• _WHAT YOU SHOULD DO_
What is needed is an exact copy of every entry.

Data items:
******

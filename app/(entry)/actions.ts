'use server'

import { acceptInvitation, acceptInvitationInput } from '@/lib/desk/accept-invitation'
import { askPasswordReset, askPasswordResetInput } from '@/lib/desk/ask-password-reset'
import { setPassword, setPasswordInput } from '@/lib/desk/set-password'
import { publicAction } from '@/lib/web/action'

export const askPasswordResetAction = publicAction(askPasswordResetInput, askPasswordReset)
export const setPasswordAction = publicAction(setPasswordInput, setPassword)
export const acceptInvitationAction = publicAction(acceptInvitationInput, acceptInvitation)
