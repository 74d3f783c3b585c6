import { classes } from '../ui/classes'
import './letter-sheet.css'

type LetterSheetProps = {
  subject?: string | null
  /** Made by the server from Markdown, in which raw HTML is shown as text. */
  html: string
  className?: string
}

/** A letter as its reader gets it. */
export function LetterSheet({ subject, html, className }: LetterSheetProps) {
  return (
    <div
      className={classes(
        'border border-rule bg-sheet px-5 py-6 shadow-sheet sm:px-8 print:border-0 print:shadow-none',
        className,
      )}
    >
      {subject && <p className="mb-4 border-b border-rule pb-3 font-sans font-semibold">{subject}</p>}
      <div className="letter" dangerouslySetInnerHTML={{ __html: html }} />
    </div>
  )
}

******

• _RESULT OF THE EXERCISE_
filename app/(entry)/actions.ts
'use server'

import { acceptInvitation, acceptInvitationInput } from '@/lib/desk/accept-invitation'
import { askPasswordReset, askPasswordResetInput } from '@/lib/desk/ask-password-reset'
import { setPassword, setPasswordInput } from '@/lib/desk/set-password'
import { publicAction } from '@/lib/web/action'

export const askPasswordResetAction = publicAction(askPasswordResetInput, askPasswordReset)
export const setPasswordAction = publicAction(setPasswordInput, setPassword)
export const acceptInvitationAction = publicAction(acceptInvitationInput, acceptInvitation)
repository 74d3f783c3b585c6
import { classes } from '../ui/classes'
import './letter-sheet.css'

type LetterSheetProps = {
  subject?: string | null
  /** Made by the server from Markdown, in which raw HTML is shown as text. */
  html: string
  className?: string
}

/** A letter as its reader gets it. */
export function LetterSheet({ subject, html, className }: LetterSheetProps) {
  return (
    <div
      className={classes(
        'border border-rule bg-sheet px-5 py-6 shadow-sheet sm:px-8 print:border-0 print:shadow-none',
        className,
      )}
    >
      {subject && <p className="mb-4 border-b border-rule pb-3 font-sans font-semibold">{subject}</p>}
      <div className="letter" dangerouslySetInnerHTML={{ __html: html }} />
    </div>
  )
}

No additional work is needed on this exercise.